The horror in “Cat People” is implied, and psychological in nature. Like the other films Lewton made as a producer at RKO Radio Pictures, the story didn’t necessarily need to be told as a horror film – it is grounded in our reality, and the characters are relatable, even being shown at work. In fact, the horror comes when it is needed, not just because the audience needs to be jolted in their seats.
The story concerns someone who, like Lewton, was born in Eastern Europe – Irena, a fashion designer, who is haunted by the stories of devil worship and witchcraft from her ancestors’ village, which turned them into cat people. She believes she will turn into a panther if she gives in to passion and becomes aroused. All of this is foreshadowed in the opening scene, based in a zoo, where Irena discards sketches she made, but didn’t like, of a panther, which attracts a man, Oliver, who begins to talk to her - one sketch has a sword put through the panther.
The psychology and reason of the “new world” is played against the myth and tradition of the world, as Oliver, who goes on to marry Irena, his co-worker Alice, and a psychiatrist, all believe Irena is letting these stories control herself, but the reactions she gets from pets brought by Oliver for her, and being called “my sister” by a woman in a restaurant, remarked upon for looking like a cat, only convinces Irena further.
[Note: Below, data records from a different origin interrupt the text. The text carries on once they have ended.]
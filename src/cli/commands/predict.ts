import { csvLine } from '../../core/csv/write';
import { predictInterval, quantileIndexFromTrainingFile } from '../../core/explain/quantiles';
import { predictInWorkers } from '../../core/forest/parallel-predict';
import { encodeTable } from '../../core/forest/predict';
import { loadForScoring, predictionColumns, writePredictions, type IntervalCells } from '../../core/forest/score-file';
import { dataRowOf } from '../../core/summary/fit';
import { knowsTraining } from '../../core/model/open';
import { flag, fraction, parse, text, UsageError, type Options } from '../args';
import { MODEL_HELP, MODEL_OPTIONS, openForData } from '../model';

export const PREDICT_HELP = `Usage: copse predict MODEL DATA.csv [--out OUT.csv] [--json]

Scores every row of DATA.csv with a saved forest: a Copse model file (.json) or an ONNX tree ensemble (.onnx).

Options:
  --out OUT.csv        write the input columns plus the prediction, each class's probability (or the value)
                       and the share of trees that agree (or the spread of the trees' values); never the input file
  --interval LEVEL     regression: add a prediction interval at this level, such as 0.9 (quantile regression
                       forest, Meinshausen 2006); needs --training
  --training TRAIN.csv the file the forest was fitted on (checked against the model's fingerprint)
  --json               print one JSON object: rows, columns, timings, and the predictions unless --out is given
${MODEL_HELP}  --debug              show stack traces on errors
Without --out or --json, the predictions are printed as CSV, one line per data row.
`;

const OPTIONS: Options = { out: { type: 'string' }, json: { type: 'boolean' }, interval: { type: 'string' }, training: { type: 'string' }, ...MODEL_OPTIONS };

export async function runPredict(argv: string[]): Promise<void> {
  const args = parse('predict', argv, OPTIONS, 2);
  if (flag(args, 'help')) return void process.stdout.write(PREDICT_HELP);
  const [modelPath, dataPath] = args.positionals;
  const level = fraction(args, 'interval');
  const training = text(args, 'training');
  if (level !== undefined && !training) throw new UsageError('--interval needs --training TRAIN.csv, the file the forest was fitted on.', 'predict');
  const { forest, notes } = await openForData(modelPath, dataPath, args, 'predict');
  if (level !== undefined && forest.schema.target.task !== 'regression') throw new UsageError('--interval is for regression forests; this one classifies.', 'predict');
  if (level !== undefined && !knowsTraining(forest)) {
    throw new UsageError('--interval needs the rows the forest was trained on and how each tree drew them; an imported forest does not carry them.', 'predict');
  }
  const t0 = performance.now();
  const loaded = await loadForScoring(dataPath, forest.schema);
  const table = loaded.table;
  const warnings = [...notes, ...loaded.warnings];
  const x = encodeTable(forest.schema, table, dataPath, loaded.header);
  const t1 = performance.now();
  const prediction = await predictInWorkers(forest, x, table.rowCount);
  let interval: IntervalCells | undefined;
  if (level !== undefined) {
    const index = await quantileIndexFromTrainingFile(forest, training!);
    const { lower, upper } = predictInterval(index, x, table.rowCount, level);
    interval = { level, lower, upper };
  }
  const t2 = performance.now();
  const added = predictionColumns(forest, prediction, loaded.header, interval);
  const out = text(args, 'out');
  if (out) {
    const rowOf = new Map<number, number>();
    for (let i = 0; i < table.rowCount; i++) rowOf.set(dataRowOf(table, i), i);
    await writePredictions(dataPath, out, loaded.delimiter, added, (k) => rowOf.get(k + 1) ?? -1);
  }
  if (flag(args, 'json')) {
    const numeric = forest.schema.target.task === 'regression';
    const rows = out
      ? undefined
      : Array.from({ length: prediction.rows }, (_, i) => {
          const entry: Record<string, unknown> = { row: dataRowOf(table, i) };
          added.cells(i).forEach((c, j) => (entry[added.names[j]] = j === 0 && !numeric ? c : Number(c)));
          return entry;
        });
    const seconds = { load: (t1 - t0) / 1000, predict: (t2 - t1) / 1000 };
    process.stdout.write(JSON.stringify({ rows: prediction.rows, columns: added.names, output: out ?? null, warnings, seconds, predictions: rows }, null, 2) + '\n');
    return;
  }
  for (const w of warnings) process.stderr.write(`Warning: ${w}\n`);
  if (out) {
    process.stdout.write(`Scored ${prediction.rows} rows into ${out}.\n`);
    return;
  }
  let csv = csvLine(['row', ...added.names]);
  for (let i = 0; i < prediction.rows; i++) csv += csvLine([String(dataRowOf(table, i)), ...added.cells(i)]);
  process.stdout.write(csv);
}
As the others begin to suspect what they are seeing and hearing themselves, the threat of what they dismissed becomes more and more real.
“Cat People” begins and ends with quotes that allude to good and evil existing in the same place, and with a main character that embodies a kind of inevitability in their turning to darkness – a kind that even marriage cannot solve – you find that what was meant to have been a straightforward horror film actually contains very mature themes for the time. The shadows and fog of “Cat People” coincided with the birth of film noir, with RKO’s 1940 film “Stranger on the Third Floor” seen as the first of the genre, continuing into 1947’s “Out of the Past,” a masterwork by “Cat People’s” director, Jacques Tourneur. All three films have the same cinematographer, Nicholas Musuraca, whose use of light defined the genre.